The Michelin case demonstrates that AIOps implementation succeeds less through grand visions than through incremental learning aligned with governance. In the CIO article, John Carey at AArete, emphasises that organisations are generally time-poor and resource-constrained and so AIOps needs to be thorough and planned. Rolling out technology without clearly defining the challenge risks investing resources in solutions that do not deliver the anticipated value. Also in the CIO article, Donncha Carroll at Axiom Consulting Partners recommends that companies take time to detail the nature of the problem they are going to solve and how it will impact the business. Confirming that a more conventional solution is not appropriate or effective prevents investing in implementations that do not deliver set visions. According to an Enterprise Management Associates survey, 80 per cent of companies are seeking new AIOps platforms, and half plan to switch within the coming year, suggesting that even satisfied users recognise room for improvement in current offerings.
Liu’s retrospective concludes by confirming that the initiative has already enabled an MCP-aligned AIOps platform, which is now running on AliCloud.
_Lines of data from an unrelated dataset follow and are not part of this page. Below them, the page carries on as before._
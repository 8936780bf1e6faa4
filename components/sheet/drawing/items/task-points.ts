import type { Fixture, TaskPoint } from '@/lib/layout/items';
import type { Palette } from '@/lib/layout/palette';
import { bandColour, letter, strokeInk, tracePath, type Ink } from '../ink';
import type { DrawnBand } from '../types';

const HALF_PX = 5;
/** How near a press must come to take hold of a task point, px. */
const GRIP_PX = 10;

/** Task points as small diamonds coloured by verdict; those not computed yet are hollow. Item frame. */
export function drawTaskPoints(
  ink: Ink,
  palette: Palette,
  px: number,
  fixture: Fixture,
  verdicts: ReadonlyMap<string, DrawnBand> | undefined,
  chosenId: string | null,
  isNumbered = false,
): void {
  if (isNumbered) drawOrder(ink, palette, px, fixture);
  for (const point of fixture.taskPoints) {
    drawHeading(ink, palette, px, point);
    const band = verdicts?.get(point.id) ?? 'unknown';
    const half = (point.id === chosenId ? HALF_PX + 2 : HALF_PX) * px;
    const { xMm: x, yMm: y } = point;
    tracePath(
      ink,
      [
        [x, y + half],
        [x + half, y],
        [x, y - half],
        [x - half, y],
      ],
      true,
    );
    ink.fillStyle = band === 'unknown' ? palette.sheet : bandColour(palette, band);
    ink.fill();
    // Out of reach must not rest on colour alone: its diamond is crossed.
    strokeInk(ink, band === 'unknown' ? palette.inkSoft : palette.sheet, 1.2 * px);
    if (band === 'out' || band === 'pinned') {
      const arm = half * 0.42;
      ink.beginPath();
      ink.moveTo(x - arm, y);
      ink.lineTo(x + arm, y);
      if (band === 'out') {
        ink.moveTo(x, y - arm);
        ink.lineTo(x, y + arm);
      }
      strokeInk(ink, palette.sheet, 1.3 * px);
    }
    if (point.id === chosenId) {
      letter(ink, palette, px, {
        text: point.name,
        xMm: x,
        yMm: y,
        angleRad: (-fixture.angleDeg * Math.PI) / 180,
        offsetPx: [0, -15],
        weight: 600,
      });
    }
  }
}

/** The order of the work, as a number beside each point. */
function drawOrder(ink: Ink, palette: Palette, px: number, fixture: Fixture): void {
  const inOrder = [...fixture.taskPoints].sort((one, other) => one.order - other.order);
  inOrder.forEach(({ xMm, yMm }, index) =>
    letter(ink, palette, px, {
      text: String(index + 1),
      xMm,
      yMm,
      angleRad: (-fixture.angleDeg * Math.PI) / 180,
      offsetPx: [-10, 9],
      sizePx: 11,
      font: 'mono',
    }),
  );
}

const HEADING_PX = 16;
const LEAST_TILT_DEG = 5;

/** Where a tilted tool points, as long as it leans; one that points straight up or down needs no mark. */
function drawHeading(ink: Ink, palette: Palette, px: number, { xMm, yMm, tiltDeg, azimuthDeg }: TaskPoint): void {
  if (tiltDeg < LEAST_TILT_DEG || tiltDeg > 180 - LEAST_TILT_DEG) return;
  const heading = (azimuthDeg * Math.PI) / 180;
  const length = (HALF_PX + HEADING_PX * Math.sin((tiltDeg * Math.PI) / 180)) * px;
  const [x, y] = [xMm + length * Math.cos(heading), yMm + length * Math.sin(heading)];
  ink.beginPath();
  ink.moveTo(xMm, yMm);
  ink.lineTo(x, y);
  strokeInk(ink, palette.ink, 1.3 * px);
  const barb = 4 * px;
  const back = (turn: number): [number, number] => [
    x + barb * Math.cos(heading + turn),
    y + barb * Math.sin(heading + turn),
  ];
  tracePath(ink, [back(2.7), [x, y], back(-2.7)], false);
  strokeInk(ink, palette.ink, 1.3 * px);
}

/** The task point that a press at this place of the item's frame takes hold of, the nearest first. */
export function taskPointAt(fixture: Fixture, xMm: number, yMm: number, px: number): TaskPoint | null {
  let nearest: TaskPoint | null = null;
  let least = GRIP_PX * px;
  for (const point of fixture.taskPoints) {
    const distance = Math.hypot(point.xMm - xMm, point.yMm - yMm);
    if (distance > least) continue;
    least = distance;
    nearest = point;
  }
  return nearest;
}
The platform has passed the security and governance hurdles, and the team have started concrete work with operations teams and vendors on flagship use cases. The path to AIOps in production requires staying in sync with their global IT strategy whilst also solving local operational problems.
We wanted to test, safely and cheaply, whether AIOps can reduce pain in one or two concrete areas. Success is: we learned what works and what doesn’t, and we have patterns we can reuse.